Maximise your Personal Pension Pot

• Following A day on the 6th April, you can now gain tax relief on up to 100 per cent of your earnings or £215,000, whichever is lower (2006/7 tax year).

• You can also make a lump sum contribution using any of your savings.

• This means even if you have not made enough pension contributions to date, you have the opportunity to significantly increase your fund.

Maximise your Retirement Income

• Research from the Association of British Insurers and The Annuity Bureau suggests that 60 per cent of customers would do better if they searched the open market for their annuity rather than staying with their existing provider.

• The difference between annuities could be worth as much as 25 per cent of your income each year of your retirement. Despite this, many people do not plan or take advice on their annuity purchase and so lose money.

• Make sure you search for the best option and gain independent advice to maximise your retirement income.

• For some, releasing cash locked up in their home via an equity release loan can help fund their retirement needs. An equity release loan still gives you the right to live in your own home and enables you to leave an inheritance for your family.

Keep your Private Medical Insurance costs down

• If you receive private medical insurance as a company benefit, you need to speak to the insurer prior to retiring so that you can continue your contributions.

• If you break your contributions, your payments will be re-assessed and you are likely to have to pay more due to your age, or reduce your level of cover.

Maximise Share Options

• You may have to exercise any company share options before or soon after you retire.

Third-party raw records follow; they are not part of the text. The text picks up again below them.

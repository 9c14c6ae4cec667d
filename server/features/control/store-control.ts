import { readFile } from 'node:fs/promises';
import type { InferContractRouterInputs } from '@orpc/contract';
import { and, desc, eq, max } from 'drizzle-orm';
import type { ControlSetSummary, controlContract } from '#shared/control/contract.ts';
import { type MapFrame, mapFrameOf, mapScaleFinding } from '#shared/control/map-frame.ts';
import { pointTableLimits } from '#shared/survey/table-bytes.ts';
import type { Handle, Transaction } from '../../db/database.ts';
import { insertRows } from '../../db/insert-rows.ts';
import { lockSite } from '../../db/lock-site.ts';
import { controlPoints, controlSets } from '../../db/schema/control.ts';
import { revisions } from '../../db/schema/model.ts';
import { audit } from '../../platform/audit.ts';
import { keepUpload } from '../../platform/keep-upload.ts';
import type { Member, Platform } from '../../platform/platform.ts';
import { Refused } from '../../platform/refuse.ts';
import { takeUpload, useUpload } from '../../platform/uploads.ts';
import { controlSetOf } from './queries.ts';
import { type ControlReading, readControl } from './read-control.ts';

type StoreControl = InferContractRouterInputs<typeof controlContract>['store'];

/**
 * Reads an uploaded list of control points as it was said to be read and stores it as the site's next control set: all rows or none. With
 * any fault the faults are answered, and the upload may be tried again. `besides` writes into the same transaction.
 */
export async function storeControl(
	platform: Platform,
	member: Member,
	{ uploadId, name, frame, reading, defaultSigmaM }: StoreControl,
	besides: (tx: Transaction) => Promise<void>,
): Promise<{ ok: true; set: ControlSetSummary } | ({ ok: false } & ControlReading)> {
	const { siteId } = member;
	const upload = await takeUpload(platform, member, uploadId);
	if (upload.bytes > pointTableLimits.bytes) {
		throw new Refused(
			'too-large',
			`A control list has at most ${pointTableLimits.bytes / 1024 / 1024} MB; this file has more.`,
			'uploadId',
		);
	}
	const mapFrame = frame === 'map' ? await newestMapFrame(platform.db, siteId) : null;
	const read = readControl(await readFile(upload.path), reading, mapFrame, defaultSigmaM);
	if (read.faultCount > 0) return { ok: false, ...read };
	const kept = await keepUpload(platform, upload);
	const controlSetId = platform.newId();
	const now = platform.now();
	await platform.transaction(async (tx) => {
		await lockSite(tx, siteId);
		await useUpload(tx, uploadId, kept, now);
		const [row] = await tx
			.select({ highest: max(controlSets.number) })
			.from(controlSets)
			.where(eq(controlSets.siteId, siteId));
		const number = (row?.highest ?? 0) + 1;
		await tx.insert(controlSets).values({
			id: controlSetId,
			siteId,
			number,
			name,
			frame,
			fileName: upload.fileName,
			fileSha256: kept.sha256,
			reading,
			storedBy: member.userId,
			storedAt: now,
		});
		await insertRows(
			tx,
			controlPoints,
			read.points.map((point) => ({
				id: platform.newId(),
				siteId,
				controlSetId,
				name: point.name,
				code: point.code,
				givenXM: point.givenM[0],
				givenYM: point.givenM[1],
				givenZM: point.givenM[2],
				designXM: point.designM[0],
				designYM: point.designM[1],
				designZM: point.designM[2],
				sigmaPlanM: point.sigmaPlanM,
				sigmaHeightM: point.sigmaHeightM,
				state: 'in-use' as const,
			})),
		);
		await besides(tx);
		const data = { number, name, frame, fileSha256: kept.sha256, points: read.points.length };
		await audit(tx, member, { kind: 'control-stored', subjectId: controlSetId, data });
	});
	return { ok: true, set: await controlSetOf(platform.db, siteId, controlSetId) };
}

/** How the design lies on the map, as the site's newest ready revision says. Refused where none says so, or says it in a way that contradicts itself. */
async function newestMapFrame(db: Handle, siteId: string): Promise<MapFrame> {
	const ready = await db
		.select({ fileName: revisions.fileName, number: revisions.number, reading: revisions.reading })
		.from(revisions)
		.where(and(eq(revisions.siteId, siteId), eq(revisions.state, 'ready')))
		.orderBy(desc(revisions.uploadedAt))
		.limit(1);
	const [newest] = ready;
	if (newest?.reading == null) {
		throw new Refused(
			'no-model',
			'Map coordinates need a model that says how the design lies on the map. Upload the model first.',
			'frame',
		);
	}
	const { mapConversion, metresPerUnit } = newest.reading;
	const model = `${newest.fileName} (revision ${newest.number})`;
	if (mapConversion === null) {
		throw new Refused(
			'no-map-conversion',
			`The newest model, ${model}, has no IfcMapConversion, so nothing tells how the design lies on the map. Give the control in the design frame, or export the model with its map conversion.`,
			'frame',
		);
	}
	const odd = mapScaleFinding(mapConversion, metresPerUnit);
	if (odd !== null) throw new Refused('map-scale', `${odd.message} Until then give the control in the design frame.`, 'frame');
	try {
		return mapFrameOf(mapConversion, metresPerUnit);
	} catch (error) {
		if (!(error instanceof RangeError)) throw error;
		throw new Refused('bad-map-conversion', `The IfcMapConversion of ${model} cannot be used. ${error.message}`, 'frame');
	}
}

• You need to check the options carefully otherwise you could risk losing some or all of your options.

Take all of your Benefits

• Winter fuel payments of £200 are payable to most people aged 60 and over (£300 for those over 80).

• Prescriptions and sight tests are also free to people aged over 60.

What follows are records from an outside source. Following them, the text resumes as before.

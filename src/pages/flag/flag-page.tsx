import { useQueryClient, useSuspenseQuery } from '@tanstack/react-query';
import { Link } from 'react-router-dom';
import { FlagHistory } from '#src/features/flag/flag-history.tsx';
import { CameraButton, FlagPhotos } from '#src/features/flag/flag-photos.tsx';
import { FlagPoints } from '#src/features/flag/flag-points.tsx';
import { deadlineWords, flagTitle, stateWords } from '#src/features/flag/flag-words.ts';
import { api, client } from '#src/lib/api.ts';
import { useNow } from '#src/lib/now.ts';
import { useAddressId, useMay, useMe, useSite } from '#src/lib/session.ts';
import { Headline } from '#src/ui/headline.tsx';
import { Notice } from '#src/ui/notice.tsx';
import { Strip } from '#src/ui/strip.tsx';
import { FlagActs } from './flag-acts.tsx';

/** One flag: until when, what is off and which way, then what this person can do about it. */
export default function FlagPage() {
	const siteId = useAddressId('siteId');
	const flagId = useAddressId('flagId');
	const { timeZone } = useSite();
	const me = useMe();
	const now = useNow();
	const queries = useQueryClient();
	const { data: flag } = useSuspenseQuery(api.flag.get.queryOptions({ input: { siteId, flagId } }));
	const mayComment = useMay('flag.comment');
	const deadline = deadlineWords(flag, timeZone, now);
	const renew = async (): Promise<void> => {
		await Promise.all([queries.invalidateQueries({ queryKey: api.flag.key() }), queries.invalidateQueries({ queryKey: api.site.key() })]);
	};
	return (
		<>
			{deadline !== '' && (
				<p className="m-0 -mx-4 mb-3 bg-ink px-4 py-3 font-strong text-ground tablet:mx-0 tablet:rounded-corner">Answer {deadline}</p>
			)}
			<Strip
				items={[
					`flag ${flag.number}`,
					flag.pours.length > 0 && `pour ${flag.pours.map(({ number }) => number).join(', ')}`,
					flag.companyName,
					<Link key="check" to={`/sites/${siteId}/checks/${flag.checkId}`}>
						its check
					</Link>,
					flag.round > 1 && `opened ${flag.round} times`,
					<b key="state">{stateWords(flag, now)}</b>,
				]}
			/>
			<Headline>{flagTitle(flag)}</Headline>
			<div className="grid gap-5 cabin:grid-cols-[minmax(0,1fr)_minmax(0,28rem)]">
				<div className="min-w-0">
					<FlagPoints flag={flag} />
					<FlagPhotos photos={flag.photos} timeZone={timeZone} />
				</div>
				<div className="min-w-0">
					{flag.state === 'lapsed' && <Notice kind="note" title={flag.lapsedWords ?? 'It has lapsed'} />}
					<FlagActs
						siteId={siteId}
						flag={flag}
						onDone={renew}
						camera={
							mayComment && (
								<CameraButton
									siteId={siteId}
									userId={me.userId}
									onTaken={async (uploadId) => {
										await client.flag.addPhoto({ siteId, flagId, uploadId });
										await renew();
									}}
								/>
							)
						}
					/>
					<FlagHistory
						events={flag.history}
						timeZone={timeZone}
						{...(mayComment && {
							onSay: async (text: string) => {
								await client.flag.comment({ siteId, flagId, text });
								await renew();
							},
						})}
					/>
				</div>
			</div>
		</>
	);
}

• Nearly half of all pensioners are entitled to Pension Credit but many people are not claiming.

• Those receiving the ‘guarantee’ part of pension credit can also receive help with their council tax and housing benefit.

Maximise your State Pension

• If you have had breaks from employment you need to obtain a state pension projection from the Department for Work and Pensions to check whether you are going to receive the full basic state pension.

• It costs from as little as around £7 a week to buy back your full entitlement and for the vast majority of people (except those on very low incomes) it is a very good deal.

• Men need to have made NI contributions for 44 years and women 39 years to receive the full pension of £84.25 per week. After 2010, it is expected that the number of qualifying years will be reduced to 30 years.

Ensure you can provide the help and care needed by your family

• Consider setting up an enduring power of attorney if you have an elderly relative who could suffer any form of mental incapacity at some point in the future.

• Many people assume that when their parents or partners become mentally incapacitated that they will be able to act on their behalf. This is not the case, and without an enduring power of attorney you are likely to have to go through the Court of Protection which can be both upsetting and time consuming.

• Remember you cannot set up an enduring power of attorney after the individual concerned becomes mentally incapacitated.

Maximise what you leave to your family

• Two thirds of people in England and Wales never make a Will as they wrongly assume that their partners will automatically inherit everything which is not always the case.

• With the increase in property prices many estates are now above the inheritance tax threshold of £285,000 – and anything above this limit is taxed at 40 per cent.

• By taking advice on how to structure a Will you can significantly reduce the amount of inheritance tax paid.